In each test the number of clients is increased. Each client subscribes to a number of objects (or channels) chosen randomly out of a maximum number and with each object having a known fixed update rate.
These tests used a fairly powerful server, a 4 x dual core AMD Opteron 2.8GHz running Redhat Enterprise Linux 4.
Low update rates
This test shows a very large number of users receiving a fairly low update rate with a very low latency and low CPU utilization. (Click for full size version).
Medium update rates
In this test we increase the number of subscriptions each client makes, which increases the update rate to 10 messages per second to each client. The results show that a very high number of users is still achievable.

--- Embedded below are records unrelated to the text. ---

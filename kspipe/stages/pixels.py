"""The table of pixels: one row for each pixel that all needed maps cover."""

from __future__ import annotations

from collections.abc import Mapping
from pathlib import Path
from typing import Any

import numpy as np
from astropy.table import Column, Table
from numpy.typing import NDArray

from kspipe.comparison import Residuals
from kspipe.conversions import z_prime
from kspipe.maps.skymap import Flag
from kspipe.matching import Grid
from kspipe.stages.surface import Disc

__all__ = ["pixel_table", "write_pixels"]

Array = NDArray[np.float64]

_DENSITIES = {
    "sigma_star": ("solMass / pc2", "stars, face-on"),
    "sigma_atom": ("solMass / pc2", "atomic gas with helium, face-on"),
    "sigma_mol": ("solMass / pc2", "molecular gas with helium, face-on"),
    "sigma_gas": ("solMass / pc2", "atomic and molecular gas with helium, face-on"),
    "sigma_sfr": ("solMass / (yr kpc2)", "star-formation rate, face-on"),
}


def pixel_table(
    disc: Disc,
    residuals: Mapping[str, Residuals],
    used: NDArray[np.bool_],
    independent: NDArray[np.bool_],
    grid: Grid,
    meta: Mapping[str, Any],
) -> Table:
    """Make the table.

    Parameters
    ----------
    disc : Disc
    residuals : mapping of str to Residuals
        By the recipe's name of the relation.
    used : (ny, nx) bool array
        Rows.
    independent : (ny, nx) bool array
    grid : Grid
    meta : mapping
        Goes into the header.

    Returns
    -------
    astropy.table.Table
    """
    y, x = np.nonzero(used)
    ra, dec = grid.sky()
    table = Table(meta=dict(meta))

    def add(name: str, values: Any, unit: str | None, description: str) -> None:
        table.add_column(Column(values, name=name, unit=unit, description=description))

    add("x", x, None, "pixel column, zero-based")
    add("y", y, None, "pixel row, zero-based")
    add("ra", ra[used], "deg", "right ascension, ICRS")
    add("dec", dec[used], "deg", "declination, ICRS")
    add("radius_kpc", disc.radius_kpc[used], "kpc", "deprojected distance from the centre")
    for name, (unit, what) in _DENSITIES.items():
        if name in disc.surfaces:
            surface = disc.surfaces[name]
            imf = f", {meta['imf']} IMF" if name == "sigma_sfr" else ""
            add(name, surface.value[used], unit, what + imf)
            add(f"{name}_err", surface.error[used], unit, f"random 1-sigma error of {name}")
    add("z_prime", z_prime(disc.oh)[used], None, "metallicity, 10^(12+log10(O/H) - 8.69)")
    flags = np.bitwise_or.reduce([disc.flags, *(r.flags for r in residuals.values())])
    bits = ", ".join(f"{bit} {name}" for name, bit in Flag.meanings().items())
    add("flags", flags[used], None, f"sum of: {bits}")
    add("independent", independent[used], None, "on the lattice of independent samples")
    for name, r in residuals.items():
        sfr_unit = _DENSITIES["sigma_sfr"][0]
        add(f"predicted_{name}", r.predicted[used], sfr_unit, f"sigma_sfr predicted by {name}")
        add(f"residual_{name}", r.ratio_dex[used], "dex", f"log10(observed / predicted), {name}")
        if r.predicted_f_mol is not None:
            what = f"molecular fraction predicted by {name}"
            add(f"predicted_f_mol_{name}", r.predicted_f_mol[used], None, what)
    return table


def write_pixels(table: Table, path: Path) -> None:
    """Write the table as ECSV, every number in full."""
    table.write(path, format="ascii.ecsv", overwrite=False)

We can see that after about 12,000 clients the latency starts to increase more. (Click for full size version).
High update rates
This test increases the update rate to 50 messages per second to each client. A lot of Comet applications would never need anything like this level of updates, but many financial applications do, and often even higher update rates.
We can still see decent performance up to around 10,000 clients. Understandably, latency is higher than in previous tests. It is worth pointing out that at the 10,000 client mark Liberator is sending out 500,000 messages per second in total, which is 29MBytes/sec. (Click for full size version).
Tests were also performed going up to 500 messages/sec to each client, with slightly different subscription scenarios. More details on these tests and the tests shown above are available on The Liberator Free Edition website in HTML and PDF formats.
Benchmarking Comet servers is not easy. There are lots of variables which impact the results, often in an unexpected way, so the only way to be sure is devise and run the appropriate tests. Making assumptions while testing is not good; if you need to know something it should be measured and recorded.
It is possible to achieve high numbers of users with high update rates and relatively low latency. However, a project needs to understand the implications, such as bandwidth, which are inherent in the requirements rather than the technology. A serious project should also perform benchmark tests themselves, with test scenarios similar to expected usage, rather than just looking at some headline figures from the Comet server vendor.